On February 9, the New York Department of Financial Services (DFS) released aReport on Cyber Security in the Insurance Sector (Report), summarizing the results of a survey completed by 43 insurers about their cybersecurity programs, costs and future plans. The Report also announced a series of measures that DFS will take in the future to help strengthen cybersecurity in the insurance sector. These measures include: (i) targeted assessments of “cybersecurity preparedness” at insurance companies as part of the DFS examination process; (ii) proposing enhanced regulations requiring insurers to meet heightened standards for cybersecurity, including possible use of multi-factor authentication; and (iii) exploring measures related to the representations and warranties insurers receive from third-party vendors that handle customer data, as well as other measures.

“Recent cyber security breaches should serve as a stern wake-up call for insurers and other financial institutions to strengthen their cyber defenses,” said New York DFS Superintendent Benjamin Lawsky. “Those companies are entrusted with a virtual treasure trove of sensitive customer information that is an inviting target for hackers.  Regulators and private sector companies must both redouble their efforts and move aggressively to help safeguard this consumer data.” The Report was issued in the wake of a recent massive data breach at health insurer Anthem, Inc., which exposed personal information on more than four million New Yorkers.  

The survey of 43 insurance entities (21 health, 12 property/casualty, and 10 life insurers) conducted in 2013 and 2014 found that 58% of insurers reported that they had experienced no cybersecurity breaches in the prior three years, while 5% had experienced more than 10 breaches. The insurers also reported experiencing “relatively few negative effects” as a result of their breaches or hacking attempts, with only one insurer reporting a significant loss of between $6 million and $10 million as a result of the breaches. In the survey, 95% thought their security departments were adequately staffed, 84% reported participating in information-sharing organizations and 84% reported conducting audits of third-party service providers that handle customer data. In this regard, DFS noted its concern that even a small number of insurers do not conduct audits of third parties or participate in information-sharing organizations. DFS also noted its belief that institutions of all sizes “can reap benefits from membership in information-sharing organizations, such as the Financial Services – Information Sharing and Analysis Center (FS-ISAC).”

Nearly all insurers reported having an information security framework in place, while 98% of insurers reported having a designated communications officer for responding to breaches. And while all insurers surveyed reported engaging in penetration testing of their systems, DFS noted that the results of such testing can become quickly outdated as new threats emerge. Rather, DFS opined that ongoing vulnerability scanning is as, if not more, important than penetration testing to identify known weaknesses and potential exposures.

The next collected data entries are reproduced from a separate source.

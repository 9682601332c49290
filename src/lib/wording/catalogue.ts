/**
 * Every sentence that a result is told in, in one place. Another language is another object of this shape; numbers
 * arrive already formatted.
 */
import type { Area, Period, TemperatureKind } from '../calculation/types';
import { cite, strong, type Phrase, type PhrasePart } from './phrase';

const areas: Record<Area, string> = {
	point: 'a point',
	'sunlit-hemisphere': 'the sunlit hemisphere',
	'whole-sphere': 'the whole sphere',
	site: 'one site',
	'not-stated': 'an area that is not stated'
};

const periods: Record<Period, string> = {
	instant: 'at one instant',
	day: 'over a day',
	year: 'over a year',
	orbit: 'over an orbit',
	'not-stated': 'over a period that is not stated'
};

const temperatureKinds: Record<TemperatureKind, string> = {
	effective: 'effective temperature',
	equilibrium: 'equilibrium temperature',
	skin: 'temperature of the surface itself',
	radiometric: 'radiometric temperature',
	'air-2m': 'air temperature at 2 m',
	'not-stated': 'temperature of a kind that is not stated'
};

export const britishEnglish = {
	language: 'en-GB',
	and: 'and',
	areas,
	periods,
	temperatureKinds,

	/** Headline with a propagated uncertainty; `name` is the trade's term in lower case. */
	answer: (name: string, estimate: string): Phrase => [`The ${name} is `, strong(estimate)],
	answerInterval: (low: string, high: string, coverage: string): string =>
		`, with a ${coverage} coverage interval from ${low} to ${high}.`,
	answerSpread: (uncertainty: string): string => `, with a standard uncertainty of ${uncertainty}.`,
	/** Said in the headline itself, so that nobody takes the number for exact. */
	answerWithoutUncertainty: '. No uncertainty was worked out.',
	answerExact: '. All its inputs are taken as exact, so no uncertainty is stated.',
	intervalLine: (coverage: string, low: string, high: string): string =>
		`${coverage} interval ${low} to ${high}`,
	standardUncertainty: (uncertainty: string): string => `Its standard uncertainty is ${uncertainty}.`,
	atBestEstimates: (value: string): string =>
		`At the best estimates alone the method gives ${value}; the estimate stated is the mean of the trials.`,

	averagesOver: (area: Area, period: Period): string =>
		area === 'point'
			? `It holds for ${areas.point}, ${periods[period]}; it is not an average over an area.`
			: area === 'site'
				? `It holds for ${areas.site}, ${periods[period]}.`
				: `It is an average over ${areas[area]}, ${periods[period]}.`,
	kindOfTemperature: (kind: TemperatureKind): string => `It is the ${temperatureKinds[kind]}.`,
	appliesOnly: 'It applies to the case described here and to no other.',

	driver: (name: string, share: string): string => `the ${name} causes ${share} of the uncertainty`,
	driverFollowing: (name: string, share: string): string => `the ${name} ${share}`,
	driversRest: 'every other input less',
	driversNone: 'No input carries an uncertainty.',
	sharesAreOfVariance: (): Phrase => [
		'Shares are of the variance, the square of the standard uncertainty, to first order ',
		cite('jcgm-100'),
		'.'
	],

	claim: {
		consistent: (stated: string, name: string): string =>
			`The stated ${stated} is consistent with the computed ${name}.`,
		inconsistent: (stated: string, name: string): string =>
			`The stated ${stated} is inconsistent with the computed ${name}.`,
		'not-comparable': (stated: string, name: string): string =>
			`The stated ${stated} cannot be compared with the computed ${name}.`,
		statedAndComputed: (
			stated: string,
			name: string,
			computed: string,
			uncertainty: string | undefined
		): Phrase => [
			'Stated is ',
			strong(stated),
			`; computed is a ${name} of `,
			strong(computed),
			uncertainty ? ` with a standard uncertainty of ${uncertainty}.` : '.'
		],
		difference: (size: string, above: boolean, uncertainty: string | undefined): string =>
			`The stated value lies ${size} ${above ? 'above' : 'below'} the computed one` +
			(uncertainty ? `; the standard uncertainty of that difference is ${uncertainty}.` : '.'),
		noDifference: 'At the digits printed there is no difference.',
		differenceNoAgreement:
			'The difference is given for information: the two average different things, so it neither supports nor refutes the statement.',
		score: (name: 'E_n' | 'zeta', value: string): Phrase =>
			name === 'E_n'
				? [
						`The normalised error is ${value}; up to 1 in size, the two are consistent within their expanded uncertainties `,
						cite('iso-13528'),
						'.'
					]
				: [`The zeta score is ${value}; up to 2 in size, it is satisfactory `, cite('iso-13528'), '.']
	},

	limit: {
		sense: { 'at-most': 'at most', 'at-least': 'at least' },
		conforms: (name: string, limit: string): string => `The ${name} conforms to the limit of ${limit}.`,
		'does-not-conform': (name: string, limit: string): string =>
			`The ${name} does not conform to the limit of ${limit}.`,
		undecided: (name: string, limit: string): string =>
			`Whether the ${name} conforms to the limit of ${limit} cannot be stated.`,
		probability: (computed: string, sense: string, limit: string, probability: string): Phrase => [
			'The result is ',
			strong(computed),
			`; the probability that the true value is ${sense} ${limit} is `,
			strong(probability),
			' ',
			cite('jcgm-106'),
			'.'
		],
		source: (source: string): string => `The limit comes from: ${source}.`,
		simpleAcceptance:
			'Decision rule: simple acceptance. The result is accepted where its estimate meets the limit, whatever its uncertainty.',
		guardBand: (risk: string, band: string, acceptance: string): string =>
			`Decision rule: guard band. The result is accepted where its estimate meets ${acceptance}, that is the limit moved inwards by ${band}, so that the probability of accepting wrongly stays at or below ${risk}.`,
		consumerRisk: (risk: string): string => `The probability that this acceptance is wrong is ${risk}.`,
		producerRisk: (risk: string): string => `The probability that this rejection is wrong is ${risk}.`,
		undecidedRisk: (meetsLimit: boolean, accepting: string, rejecting: string): string =>
			`The estimate ${meetsLimit ? 'meets the limit but lies within the guard band' : 'lies beyond the limit, but not far enough beyond it'}: accepting it would be wrong with a probability of ${accepting} and rejecting it with one of ${rejecting}, both more than the rule allows.`
	},

	uncertainty: {
		none: (): Phrase => ['No uncertainty was propagated: the figures are those of the best estimates alone.'],
		exact: (): Phrase => [
			'Every input was taken as exact, so the figures carry no uncertainty; what the inputs may really be is not covered.'
		],
		monteCarlo: (trials: string, seed: string): Phrase => [
			`Uncertainty was propagated by drawing the inputs from their distributions in ${trials} trials `,
			cite('jcgm-101'),
			`, from random numbers that the text “${seed}” fixes. The estimate is the mean of the trials and the standard uncertainty their standard deviation. The same request gives the same figures to the last bit.`
		],
		firstOrder: (): Phrase => [
			'Uncertainty was propagated to first order from standard uncertainties and partial derivatives ',
			cite('jcgm-100'),
			'. The estimate is the method at the best estimates.'
		],
		symmetric: (coverage: string): string =>
			`The ${coverage} coverage interval is probabilistically symmetric: equal parts of the trials lie below and above it. It need not be centred on the estimate.`,
		shortest: (coverage: string): string =>
			`The ${coverage} coverage interval is the shortest that holds that share of the trials. It need not be centred on the estimate.`,
		coverageFactor: (coverage: string, factor: string, freedom: string | undefined): string =>
			freedom === undefined
				? `The ${coverage} coverage interval reaches ${factor} standard uncertainties to either side, from the normal distribution.`
				: `The ${coverage} coverage interval reaches ${factor} standard uncertainties to either side, from Student’s t-distribution with ${freedom} effective degrees of freedom.`,
		redrawn: (count: string): string =>
			`Trials that drew a physically impossible value were drawn again (${count}); the distributions are truncated accordingly.`,
		notConverged:
			'The trials are fewer than two settled digits ask for at this coverage: the last printed digit may change with the seed.',
		independent: 'The inputs were taken as independent of each other.',
		correlated: (pairs: string): string =>
			`Correlations taken into account: ${pairs}. All other inputs were taken as independent.`,
		rounding: (): Phrase => [
			'An uncertainty is printed with one significant digit, or with two where the first is 1 or 2, and its value to the same decimal place ',
			cite('jcgm-100'),
			'. A number printed with “standard uncertainty” is one standard deviation; an interval always names its coverage.'
		]
	},

	distribution: {
		exact: 'exact',
		normal: 'normal',
		rectangular: 'rectangular',
		triangular: 'triangular',
		trapezoidal: 'trapezoidal',
		arcsine: 'arcsine',
		'curvilinear-trapezoid': 'curvilinear trapezoid',
		lognormal: 'lognormal',
		'students-t': 'Student’s t',
		beta: 'beta',
		exponential: 'exponential',
		discrete: 'discrete'
	},
	halfWidth: (width: string): string => `half-width ${width}`,
	between: (low: string, high: string): string => `${low} to ${high}`,
	mode: (mode: string): string => `most likely ${mode}`,
	degreesOfFreedom: (count: string): string => `${count} degrees of freedom`,
	geometric: (factor: string): string => `geometric standard deviation ${factor}`,
	shape: (text: string): string => `shape ${text}`,
	oneOf: (values: string): string => `one of ${values}`,

	cautions: {
		'hot-surface': 'Hot surface.',
		'heat-exposure': 'Heat exposure.',
		'hardware-margin': 'No design margin.',
		'not-irrigation-advice': 'Not irrigation advice.',
		'area-mismatch': 'Different areas.',
		'period-mismatch': 'Different periods.',
		'temperature-kind-mismatch': 'Different kinds of temperature.',
		'above-airless-bound': 'Above the bound without an atmosphere.',
		'below-no-storage-bound': 'Below the bound without storage.',
		'effective-read-as-mean': 'Not a mean.',
		'night-side-unsupplied': 'The night side is not supplied.',
		'cause-not-computed': 'Cause not computed.',
		'albedo-kind': 'Kind of albedo.',
		'emissivity-assumed-one': 'Emissivity taken as one.',
		'irradiance-superseded': 'Superseded irradiance.',
		'value-kind': 'Kind of value.',
		'digits-beyond-uncertainty': 'More digits than are known.',
		'difference-unresolved': 'Difference not resolved.',
		'outside-validity': 'Outside the validated range.',
		'linear-propagation-doubtful': 'First-order uncertainty is doubtful.',
		'single-source-input': 'One source only.',
		'correlation-ignored': 'Correlation ignored.',
		'not-converged': 'Not converged.'
	} as Readonly<Record<string, string>>,
	cautionLevels: { note: 'Note.', caution: 'Caution.', stop: 'Comparison stopped.' }
};

export type Catalogue = typeof britishEnglish;
export type { PhrasePart };
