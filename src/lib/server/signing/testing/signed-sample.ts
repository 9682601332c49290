/** A small signed document and a throwaway authority for tests; the real ones come from the report renderer. */
import PDFDocument from 'pdfkit';
import type { Signer } from '../cms';
import { issueCertificate, localSigner, type Issued } from '../certificates';
import { addSignatureField, type PdfKitDocument, type SignatureField } from '../placeholder';
import { signPdf } from '../sign';

export interface TestAuthority {
	root: Issued;
	issuing: Issued;
	organisation: Issued;
	signer: Signer;
}

/** Root, issuing and organisation certificates made at `at`. */
export async function testAuthority(
	name = 'Tallis Brook Consulting',
	at = new Date()
): Promise<TestAuthority> {
	const service = (commonName: string) => ({ commonName, organisation: 'Noonmark' });
	const root = await issueCertificate('root', service('Noonmark Root'), at);
	const issuing = await issueCertificate('issuing', service('Noonmark Issuing'), at, root);
	const names = { commonName: name, organisation: name };
	const organisation = await issueCertificate('organisation', names, at, issuing);
	return {
		root,
		issuing,
		organisation,
		signer: localSigner(organisation.der, organisation.privateKey, [issuing.der])
	};
}

export interface SampleOptions {
	/** Content of the attached record.json; none if left out. */
	record?: string;
	field?: Partial<SignatureField> | null;
	lines?: readonly string[];
	/** Options handed to pdfkit, such as a password. */
	pdfkit?: Record<string, unknown>;
	visible?: boolean;
}

/** One page of text with an attached record and, unless `field` is null, the empty signature field. */
export function unsignedSample(options: SampleOptions = {}): Promise<Buffer> {
	const at = options.field?.signedAt ?? new Date();
	const doc = new PDFDocument({
		pdfVersion: '1.7',
		info: { Title: 'Sample memo', CreationDate: at, ModDate: at },
		...options.pdfkit
	});
	const chunks: Buffer[] = [];
	doc.on('data', (chunk: Buffer) => chunks.push(chunk));
	const done = new Promise<Buffer>((resolve, reject) => {
		doc.on('end', () => {
			resolve(Buffer.concat(chunks));
		});
		doc.on('error', reject);
	});
	doc.fontSize(12);
	for (const line of options.lines ?? ['The sunlit mean is -24.2 degC.']) doc.text(line);
	if (options.record !== undefined) {
		const attachment = {
			name: 'record.json',
			type: 'application/json',
			creationDate: at,
			modifiedDate: at,
			relationship: 'Data'
		};
		doc.file(Buffer.from(options.record), attachment);
	}
	if (options.field !== null) {
		const inner = doc as unknown as PdfKitDocument & {
			_font: NonNullable<SignatureField['appearance']>['font'];
		};
		addSignatureField(inner, {
			name: 'Tallis Brook Consulting',
			reason: 'Issued report',
			tooltip: 'Signature of Tallis Brook Consulting',
			signedAt: at,
			...(options.visible
				? {
						appearance: {
							rect: [72, 600, 220, 40],
							lines: ['Signed by Tallis Brook Consulting', 'no engineer’s seal'],
							font: inner._font,
							fontSize: 9
						}
					}
				: {}),
			...options.field
		});
	}
	doc.end();
	return done;
}

export async function signedSample(signer: Signer, options: SampleOptions = {}): Promise<Buffer> {
	return signPdf(await unsignedSample(options), signer);
}
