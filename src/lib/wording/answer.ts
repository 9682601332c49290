/** A result as sentences: what it is, how well it is known, what it averages, and what drives its uncertainty. */
import type { ComputeResult } from '../calculation/types';
import type { Method, OutputSpec } from '../methods/types';
import { britishEnglish, type Catalogue } from './catalogue';
import { capitalise, plainText, type Phrase } from './phrase';
import { presentOutput, share, type PresentedOutput } from './present';
import type { TemperatureScale } from './temperature';

/** Of a method the wording needs only what its outputs and inputs are called. */
export type NamedMethod = Pick<Method, 'outputs' | 'inputs' | 'averages'>;

export interface WordingOptions {
	scale: TemperatureScale;
	catalogue?: Catalogue;
}

export interface WordedOutput {
	spec: OutputSpec;
	presented: PresentedOutput;
}

/** The specification of an output; throws where the method gives no such output. */
export function outputSpec(method: NamedMethod, id: string): OutputSpec {
	const spec = method.outputs.find((output) => output.id === id);
	if (!spec) throw new Error(`The method gives no output named “${id}”.`);
	return spec;
}

/** Outputs of a result in the method's order, primary ones first, each as it is printed. */
export function wordedOutputs(
	method: NamedMethod,
	result: Pick<ComputeResult, 'outputs'>,
	scale: TemperatureScale
): WordedOutput[] {
	const given = method.outputs.filter((spec) => result.outputs[spec.id] !== undefined);
	const ordered = [...given.filter((spec) => spec.primary), ...given.filter((spec) => !spec.primary)];
	return ordered.flatMap((spec) => {
		const output = result.outputs[spec.id];
		return output ? [{ spec, presented: presentOutput(output, spec, scale) }] : [];
	});
}

/** The output that a result leads with: the one that a finding is about, else the method's primary one. */
export function leadingOutput(method: NamedMethod, result: ComputeResult): string | undefined {
	if (result.finding) return result.finding.output;
	const given = method.outputs.filter((spec) => result.outputs[spec.id] !== undefined);
	return (given.find((spec) => spec.primary) ?? given[0])?.id;
}

/** "The mean temperature of the sunlit side is −24.2 °C, with a 95 % coverage interval from … to …." */
export function answerSentence(
	method: NamedMethod,
	result: ComputeResult,
	outputId: string,
	options: WordingOptions
): Phrase {
	const words = options.catalogue ?? britishEnglish;
	const spec = outputSpec(method, outputId);
	const output = result.outputs[outputId];
	if (!output) throw new Error(`The result holds no output named “${outputId}”.`);
	const presented = presentOutput(output, spec, options.scale);
	const head = words.answer(spec.name, presented.estimate);
	if (presented.low !== undefined && presented.high !== undefined && presented.coverage !== undefined) {
		return [...head, words.answerInterval(presented.low, presented.high, presented.coverage)];
	}
	if (presented.uncertainty !== undefined) return [...head, words.answerSpread(presented.uncertainty)];
	return [
		...head,
		result.evaluation.propagation === 'none' ? words.answerWithoutUncertainty : words.answerExact
	];
}

/** "95 % interval −25.8 °C to −22.6 °C", for a line below the answer; undefined where there is none. */
export function intervalLine(presented: PresentedOutput, options: WordingOptions): string | undefined {
	const words = options.catalogue ?? britishEnglish;
	const { low, high, coverage } = presented;
	return low && high && coverage ? words.intervalLine(coverage, low, high) : undefined;
}

/** What is averaged, over which time, and which temperature is meant. */
export function averagesSentence(spec: OutputSpec, options: WordingOptions): string {
	const words = options.catalogue ?? britishEnglish;
	const sentences = [words.averagesOver(spec.area, spec.period)];
	if (spec.temperatureKind && spec.temperatureKind !== 'not-stated') {
		sentences.push(words.kindOfTemperature(spec.temperatureKind));
	}
	return sentences.join(' ');
}

export interface Driver {
	input: string;
	name: string;
	share: number;
	/** "72 %". */
	text: string;
}

/** Name of an input or of a table's quantity by its column id. */
export function inputName(method: Pick<Method, 'inputs'>, id: string): string {
	const [first = id, row, column] = id.split('.');
	const spec = method.inputs.find((input) => input.id === first);
	if (!spec) return row === undefined ? id : id;
	if (row === undefined) return spec.name;
	const columnName = 'columns' in spec ? spec.columns.find((c) => c.id === column)?.name : undefined;
	return columnName ? `${columnName} of ${row}` : `${spec.name}, ${row}`;
}

/** Inputs by their share of an output's variance, largest first; those that carry none are left out. */
export function drivers(method: NamedMethod, result: ComputeResult, outputId: string): Driver[] {
	const sensitivity = result.outputs[outputId]?.sensitivity ?? {};
	return Object.entries(sensitivity)
		.filter(([, entry]) => entry.share > 0)
		.map(([input, entry]) => ({
			input,
			name: inputName(method, input),
			share: entry.share,
			text: share(entry.share)
		}))
		.sort((a, b) => b.share - a.share || a.input.localeCompare(b.input, 'en'));
}

/** "The Bond albedo causes 72 % of the uncertainty, the emissivity 27 %, every other input less." */
export function driversSentence(
	method: NamedMethod,
	result: ComputeResult,
	outputId: string,
	options: WordingOptions
): string {
	const words = options.catalogue ?? britishEnglish;
	const all = drivers(method, result, outputId);
	const [first, ...rest] = all;
	if (!first) return words.driversNone;
	const named = rest.filter((driver) => driver.share >= 0.05).slice(0, 3);
	const parts = [
		words.driver(first.name, first.text),
		...named.map((driver) => words.driverFollowing(driver.name, driver.text))
	];
	if (rest.length > named.length) parts.push(words.driversRest);
	return `${capitalise(parts.join(', '))}.`;
}

/** The answer as words alone, as an author's text starts from it. */
export function answerText(
	method: NamedMethod,
	result: ComputeResult,
	outputId: string,
	options: WordingOptions
): string {
	return plainText(answerSentence(method, result, outputId, options));
}
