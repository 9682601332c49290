import fc from 'fast-check';
import { describe, expect, it } from 'vitest';
import { actions, can, requireAction, type Action } from './can';
import { ForbiddenError, NotFoundError } from './errors';
import type { Membership, Role } from './membership';

const roles: readonly Role[] = ['owner', 'billing', 'author', 'reviewer', 'reader', 'guest'];

function member(held: readonly Role[]): Membership {
	return { organisationId: 'o', organisationName: 'O', userId: 'u', roles: held, onlyDossiers: null };
}

/* Written out a second time on purpose, by action: a slip in the table by role shows against it. */
const allowed: Readonly<Record<Action, readonly Role[]>> = {
	'dossier.read': ['owner', 'author', 'reviewer', 'reader', 'guest'],
	'dossier.write': ['author'],
	'guests.manage': ['owner', 'author'],
	'calculation.read': ['owner', 'author', 'reviewer', 'reader', 'guest'],
	'calculation.write': ['author'],
	'evidence.write': ['author'],
	'report.read': ['owner', 'author', 'reviewer', 'reader', 'guest'],
	'report.write': ['author'],
	'report.comment': ['author', 'reviewer', 'guest'],
	'report.review': ['reviewer', 'guest'],
	'report.issue': ['author'],
	'report.share': ['owner', 'author'],
	'organisation.read': ['owner', 'billing', 'author', 'reviewer', 'reader'],
	'organisation.manage': ['owner'],
	'members.read': ['owner', 'author', 'reviewer', 'reader'],
	'members.manage': ['owner'],
	'billing.manage': ['owner', 'billing'],
	'audit.read': ['owner']
};

describe('can', () => {
	it.each(actions.flatMap((action) => roles.map((role) => [role, action] as const)))(
		'%s, %s',
		(role, action) => {
			expect(can(member([role]), action)).toBe(allowed[action].includes(role));
		}
	);

	it('denies everything without a membership or without roles', () => {
		for (const action of actions) {
			expect(can(null, action)).toBe(false);
			expect(can(member([]), action)).toBe(false);
		}
	});

	it('grants a member of several roles what any of them grants, and no more', () => {
		fc.assert(
			fc.property(fc.subarray([...roles]), fc.constantFrom(...actions), (held, action) => {
				expect(can(member(held), action)).toBe(held.some((role) => allowed[action].includes(role)));
			})
		);
	});
});

describe('requireAction', () => {
	it('throws exactly where can() denies: not found where nothing may be seen, forbidden where it may', () => {
		fc.assert(
			fc.property(fc.subarray([...roles]), fc.constantFrom(...actions), (held, action) => {
				const membership = member(held);
				const attempt = () => requireAction(membership, action);
				const seen = seeing(action) !== action && can(membership, seeing(action));
				if (can(membership, action)) expect(attempt).not.toThrow();
				else expect(attempt).toThrow(seen ? ForbiddenError : NotFoundError);
			})
		);
	});

	it('hides everything from somebody who is no member', () => {
		for (const action of actions) expect(() => requireAction(null, action)).toThrow(NotFoundError);
	});
});

function seeing(action: Action): Action {
	const thing = action.split('.')[0];
	if (thing === 'evidence' || thing === 'guests') return 'dossier.read';
	if (thing === 'billing' || thing === 'audit') return 'organisation.read';
	return actions.find((one) => one === `${thing}.read`) ?? 'organisation.read';
}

Regarding corporate governance, a majority of insurers reported the involvement of a number of different departments in cybersecurity governance, including IT, compliance and legal. But only 14% of the insurers reported that their chief executive officers are updated frequently on information security issues, while 9% reported that their boards are updated on an annual or an ad hoc basis.

The Report also noted that only one Enterprise Risk Management (ERM) report of the surveyed insurers provided an in-depth identification and analysis of cybersecurity risks and discussed specific steps and ongoing projects to mitigate the risks. As awareness of cybersecurity risks increases, DFS expects that future ERM filings will include more frequent explicit references to cybersecurity.

Finally, the Report noted that most institutions “will continue to be challenged by the sophistication of cyber security threats and the speed at which technology is changing.” DFS will continue to engage in discussions with the industry and cybersecurity experts, revising its cybersecurity examination processes to include extensive training for its IT examiners, so that they are prepared to identify vulnerabilities and work with institutions on implementing appropriate solutions. The Report concluded that DFS “believes that such cooperation and dialogue is essential to developing smart and effective cyber security programs across New York’s financial services industry.”